> [Data extracted from a collection]:
────────────────
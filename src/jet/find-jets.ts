// Is there a jet in this profile? One profile and one criteria set in; jets, their confidence and the reason out.

import { directionOf, eastward, northward } from '../air/index.ts';
import { gatherWind, windColumn, type Profile } from '../profile/index.ts';
import { between, cutAtCeilingInto, type Cut } from './column.ts';
import { ensemble, judgeEnsemble, MEMBER_PAIRS, type Verdict } from './confidence.ts';
import { hasCategories, type Criteria } from './criteria.ts';
import { coreOf, type JetCore } from './layer.ts';
import {
  categoryOf,
  chooseNose,
  findNosesInto,
  minimumBelow,
  noseColumn,
  noseList,
  type NoseColumn,
  type NoseList,
} from './nose.ts';
import { refineNose } from './refine.ts';
import { completeUncertainty } from './uncertainty.ts';
import { whyNoJet, whyNotAssessable } from './words.ts';

/** A nose that meets the criteria, on the profile's own levels. Heights in m above ground, speeds in m/s. */
export interface Jet {
  /** Highest category met; null where the set knows none. */
  readonly category: number | null;
  /** Position of the nose within the profile's levels. */
  readonly level: number;
  readonly noseHeight: number;
  readonly noseSpeed: number;
  /** Degrees, from; NaN where the level has none. */
  readonly noseDirection: number;
  /** Nose less minimum above. */
  readonly falloff: number;
  /** Data stop below the ceiling while the speed still falls: the fall-off is at least this. */
  readonly falloffIsBound: boolean;
  readonly minimumHeight: number;
  readonly minimumSpeed: number;
  /** Nose less minimum below. */
  readonly rise: number;
  readonly minimumBelowHeight: number;
  readonly minimumBelowSpeed: number;
  /** Nose by the parabola through three levels. */
  readonly refinedHeight: number;
  readonly refinedSpeed: number;
  readonly core: JetCore;
  /** Probability that a jet by these criteria is here, given the uncertainty of the levels. */
  readonly confidence: number;
  /** Probability that it is of this category or above. */
  readonly categoryConfidence: number;
}

/** A distinct nose of the smoothed profile, whether or not it meets the criteria; what tracks are joined from. */
export interface SmoothNose {
  /** m above ground, between levels */
  readonly height: number;
  /** m/s */
  readonly speed: number;
  /** Degrees, from; NaN where the levels around it have none. */
  readonly direction: number;
  /** m and m/s, one standard deviation */
  readonly heightSpread: number;
  readonly speedSpread: number;
  /** Probability that the criteria hold here. */
  readonly confidence: number;
}

export interface JetFinding {
  readonly criteria: string;
  readonly status: 'jet' | 'no-jet' | 'not-assessable';
  /** Reason in words; empty when there is a jet. */
  readonly why: string;
  /** What the criteria chose; several only where they let several stand side by side. */
  readonly jets: readonly Jet[];
  readonly noses: readonly SmoothNose[];
  /** Probability that there is at least one jet; NaN when not assessable for want of levels. */
  readonly confidence: number;
  /** m above ground: highest level that was looked at; NaN when none. */
  readonly assessedTo: number;
}

export interface FindOptions {
  /** Standard uncertainty of a level's speed, m/s, where the profile states none; NaN takes the kind of instrument's. */
  readonly speedUncertainty: number;
  /** Pairs in the ensemble behind the confidence. */
  readonly memberPairs: number;
}

const DEFAULTS: FindOptions = { speedUncertainty: NaN, memberPairs: MEMBER_PAIRS };

/** What a profile needs at least, or nothing can be said. */
const LEAST_LEVELS = 3;
/** Data that end below this, m, leave the usual heights of noses unseen (the ceiling of Baas et al. 2009). */
const LEAST_TOP = 500;

/** Working space shared by all calls: a call runs to its end before the next begins. */
const wind = windColumn();
const column = noseColumn();
const list = noseList();
const work = ensemble();
const cut: Cut = { kept: 0, ceilingShare: NaN };

/**
 * Looks for jets in a profile.
 *
 * Published criteria are decided by the levels as measured: a jet, or no jet, on whatever levels there are from three
 * upward. The house's own are decided by the probability that they hold, and are not assessable where data end too low.
 * Levels with rejecting marks are left out; doubtful ones stay in and lower the confidence.
 * @example findJets(profile, CRITERIA.duskveer).jets[0]?.noseHeight
 */
export function findJets(profile: Profile, criteria: Criteria, options: Partial<FindOptions> = {}): JetFinding {
  const { speedUncertainty, memberPairs } = { ...DEFAULTS, ...options };
  gatherWind(profile, wind);
  const origin = completeUncertainty(wind, profile.instrument, speedUncertainty);
  cutAtCeilingInto(wind, criteria, column, cut);
  const assessedTo = column.count > 0 ? column.heightAgl[column.count - 1]! : NaN;
  const nothing = { criteria: criteria.name, jets: [], noses: [], assessedTo };
  if (column.count < LEAST_LEVELS || column.heightAgl[0]! > criteria.noseCeiling) {
    const why = whyNotAssessable(profile, wind, column, criteria);
    return { ...nothing, status: 'not-assessable', why, confidence: NaN };
  }
  findNosesInto(column, criteria, list);
  const verdict = judgeEnsemble(wind, column, cut, criteria, origin, memberPairs, work);
  const confidence = verdict.atLeast[0]!;
  const found = { ...nothing, noses: smoothNoses(verdict), confidence };
  const jets = criteria.decides === 'levels' ? chosenByLevels(verdict) : chosenByConfidence(verdict);
  if (jets.length > 0) return { ...found, status: 'jet', why: '', jets };
  const reason = whyNoJet(column, criteria, list, confidence, LEAST_TOP);
  const unseen = criteria.decides === 'confidence' && reason.dataEndTooLow;
  return { ...found, status: unseen ? 'not-assessable' : 'no-jet', why: reason.words };

  function chosenByLevels(verdict: Verdict): Jet[] {
    const chosen = chooseNose(column, criteria, list);
    return chosen < 0 ? [] : [jetAt(chosen, categoryOf(column, criteria, list, chosen), confidence, verdict)];
  }

  /** The strongest level of every basin in which the criteria hold more likely than not. */
  function chosenByConfidence(verdict: Verdict): Jet[] {
    const jets: Jet[] = [];
    for (const { basin, confidence: here } of verdict.basins) {
      if (here < 0.5) continue;
      let best = -1;
      for (let i = 0; i < list.count; i++) {
        const nose = list.nose[i]!;
        if (nose < basin.lowest || nose > basin.highest) continue;
        if (best < 0 || column.speed[nose]! > column.speed[list.nose[best]!]!) best = i;
      }
      if (best < 0) continue;
      let category = verdict.atLeast.length - 1;
      while (category > 0 && verdict.atLeast[category]! < 0.5) category--;
      jets.push(jetAt(best, category, here, verdict));
    }
    return jets.sort((a, b) => b.noseSpeed - a.noseSpeed);
  }

  function jetAt(i: number, category: number, here: number, verdict: Verdict): Jet {
    return {
      ...describe(profile, column, criteria, list, i),
      category: hasCategories(criteria) ? category : null,
      confidence: here,
      categoryConfidence: verdict.atLeast[category]!,
    };
  }
}

function describe(
  profile: Profile,
  column: NoseColumn,
  criteria: Criteria,
  list: NoseList,
  i: number,
): Omit<Jet, 'category' | 'confidence' | 'categoryConfidence'> {
  const { heightAgl, speed, count } = column;
  const nose = list.nose[i]!;
  const minimum = list.minimum[i]!;
  const below = minimumBelow(column, criteria, nose);
  const refined = refineNose(heightAgl, speed, count, nose);
  const level = wind.level[nose]!;
  return {
    level,
    noseHeight: heightAgl[nose]!,
    noseSpeed: speed[nose]!,
    noseDirection: profile.direction[level]!,
    falloff: speed[nose]! - speed[minimum]!,
    falloffIsBound: list.isBound[i] === 1,
    minimumHeight: heightAgl[minimum]!,
    minimumSpeed: speed[minimum]!,
    rise: speed[nose]! - speed[below]!,
    minimumBelowHeight: heightAgl[below]!,
    minimumBelowSpeed: speed[below]!,
    refinedHeight: refined.height,
    refinedSpeed: refined.speed,
    core: coreOf(column, nose, minimum),
  };
}

function smoothNoses(verdict: Verdict): SmoothNose[] {
  const { mean } = work.fit;
  return verdict.basins.map(({ basin, confidence, heightSpread, speedSpread }) => {
    const { height, speed } = refineNose(wind.heightAgl, mean, cut.kept, basin.nose);
    return { height, speed, direction: directionNear(basin.nose, height), heightSpread, speedSpread, confidence };
  });
}

/** Direction at a height beside a level: of the unit vectors of the levels around it, linear in height. */
function directionNear(level: number, height: number): number {
  const other = height < wind.heightAgl[level]! ? level - 1 : level + 1;
  const here = wind.direction[level]!;
  const there = wind.direction[other]!;
  if (Number.isNaN(here) || Number.isNaN(there)) return Number.isNaN(here) ? there : here;
  const share = (height - wind.heightAgl[level]!) / (wind.heightAgl[other]! - wind.heightAgl[level]!);
  return directionOf(
    between(eastward(1, here), eastward(1, there), share),
    between(northward(1, here), northward(1, there), share),
  );
}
────────────────
> [Task requirements]: An exact copy of the lines above, from the one containing "if (nose < basin.lowest" through the one containing "while (category >", is the whole of the answer.

> [Written reply]:
        if (nose < basin.lowest || nose > basin.highest) continue;
        if (best < 0 || column.speed[nose]! > column.speed[list.nose[best]!]!) best = i;
      }
      if (best < 0) continue;
      let category = verdict.atLeast.length - 1;
      while (category > 0 && verdict.atLeast[category]! < 0.5) category--;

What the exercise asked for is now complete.